Quaternionic R transform and non-hermitian random matrices

Abstract: Using the Cayley-Dickson construction we rephrase and review the non-hermitian diagrammatic formalism [R. A. Janik, M. A. Nowak, G. Papp and I. Zahed, Nucl.Phys. B $\textbf{501}$, 603 (1997)], that generalizes the free probability calculus to asymptotically large non-hermitian random matrices. The main object in this generalization is a quaternionic extension of the R transform which is a generating function for planar (non-crossing) cumulants.

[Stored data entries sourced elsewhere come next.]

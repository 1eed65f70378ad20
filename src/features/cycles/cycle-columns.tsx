import type { ReactNode } from 'react';
import type { CycleRow } from '#shared/api/cycles.ts';
import { type Cents, dollarsText } from '#shared/units/cents.ts';
import { kwhText, type Wh } from '#shared/units/energy.ts';
import { kwh } from '#src/lib/format.ts';
import { Kwh, Missing, Money } from '#src/ui/money.tsx';
import { stateWords } from './state-words.ts';

/** A column of the cycles table: what it sorts by, shows, adds up to and exports. */
export type CycleColumn = {
  id: string;
  head: string;
  /** The unit under the head. */
  unit: string | null;
  sortBy: (row: CycleRow) => number | string | null;
  cell: (row: CycleRow) => ReactNode;
  /** The parts of the year's subtotal; null where a column does not add up. */
  sum: { of: (row: CycleRow) => number | null; show: (total: number) => ReactNode } | null;
  csv: (row: CycleRow) => string;
};

const energy = (id: string, head: string, of: (row: CycleRow) => Wh | null, missing: string): CycleColumn => ({
  id,
  head,
  unit: 'kWh',
  sortBy: of,
  cell: (row) => <Kwh wh={of(row)} missing={missing} />,
  sum: { of, show: (total) => kwh(total as Wh) },
  csv: (row) => {
    const amount = of(row);
    return amount === null ? '' : kwhText(amount);
  },
});

const amount = (id: string, head: string, of: (row: CycleRow) => Cents | null): CycleColumn => ({
  id,
  head,
  unit: null,
  sortBy: of,
  cell: (row) => <Money cents={of(row)} />,
  sum: { of, show: (total) => <Money cents={total as Cents} /> },
  csv: (row) => {
    const value = of(row);
    return value === null ? '' : dollarsText(value);
  },
});

/** Every column but the first (the cycle's dates), in order. */
export const CYCLE_COLUMNS: readonly CycleColumn[] = [
  {
    id: 'days',
    head: 'Days',
    unit: null,
    sortBy: (row) => row.days,
    cell: (row) => row.days,
    sum: { of: (row) => row.days, show: (total) => total },
    csv: (row) => String(row.days),
  },
  energy('made', 'Made', (row) => row.productionWh, 'No production for this cycle'),
  energy('usedAtHome', 'Used at home', (row) => row.selfUseWh, 'Needs both production and export'),
  energy('sentOut', 'Sent out', (row) => row.exportWh, 'No export for this cycle'),
  energy('bought', 'Bought', (row) => row.importWh, 'No import for this cycle'),
  amount('billed', 'Billed', (row) => row.billedCents),
  amount('ours', 'Ours', (row) => row.oursCents),
  {
    id: 'bank',
    head: 'Credit bank',
    unit: null,
    sortBy: (row) => row.bankCents ?? row.bankWh,
    cell: (row) =>
      row.bankCents !== null ? (
        <Money cents={row.bankCents} />
      ) : row.bankWh !== null ? (
        <span className="whitespace-nowrap">{kwh(row.bankWh)} kWh</span>
      ) : (
        <Missing reason="No credit bank on this plan" />
      ),
    sum: null,
    csv: (row) =>
      row.bankCents !== null ? dollarsText(row.bankCents) : row.bankWh !== null ? `${kwhText(row.bankWh)} kWh` : '',
  },
  amount('avoided', 'Bill avoided', (row) => row.avoidedCents),
  amount('incentive', 'Incentive', (row) => row.incentiveCents),
  amount('loan', 'Against the loan', (row) => row.loanCents),
  amount('added', 'Added', (row) => row.addedCents),
  {
    id: 'state',
    head: 'State',
    unit: null,
    sortBy: (row) => row.state,
    cell: (row) => <StateMark row={row} />,
    sum: null,
    csv: stateWords,
  },
];

/** Shown at first; the rest can be chosen. A phone starts with what fits a thumb's length. */
export const FIRST_COLUMNS = [
  'days',
  'made',
  'usedAtHome',
  'sentOut',
  'bought',
  'billed',
  'bank',
  'incentive',
  'loan',
  'added',
  'state',
];
export const FIRST_COLUMNS_PHONE = ['made', 'bought', 'billed', 'added', 'state'];

const MARKS: Record<CycleRow['state'], string> = {
  balanced: 'mark-ok',
  differs: 'mark-no',
  accepted: 'mark-wait',
  open: 'mark-wait',
};

function StateMark({ row }: { row: CycleRow }) {
  return (
    <span className={MARKS[row.state]} title={row.differs ?? undefined}>
      {stateWords(row)}
    </span>
  );
}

We demonstrate that the quaternionic R transform generates all connected averages of all distinct powers of $X$ and its hermitian conjugate $X^\dagger$: $\langle\langle \frac{1}{N} \mbox{Tr} X^{a} X^{\dagger b} X^c \ldots \rangle\rangle$ for $N\rightarrow \infty$. We show that the R transform for gaussian elliptic laws is given by a simple linear quaternionic map $\mathcal{R}(z+wj) = x + \sigma^2 \left(\mu e^{2i\phi} z + w j\right)$ where $(z,w)$ is the Cayley-Dickson pair of complex numbers forming a quaternion $q=(z,w)\equiv z+ wj$. This map has five real parameters $\Re e x$, $\Im m x$, $\phi$, $\sigma$ and $\mu$. We use the R transform to calculate the limiting eigenvalue densities of several products of gaussian random matrices.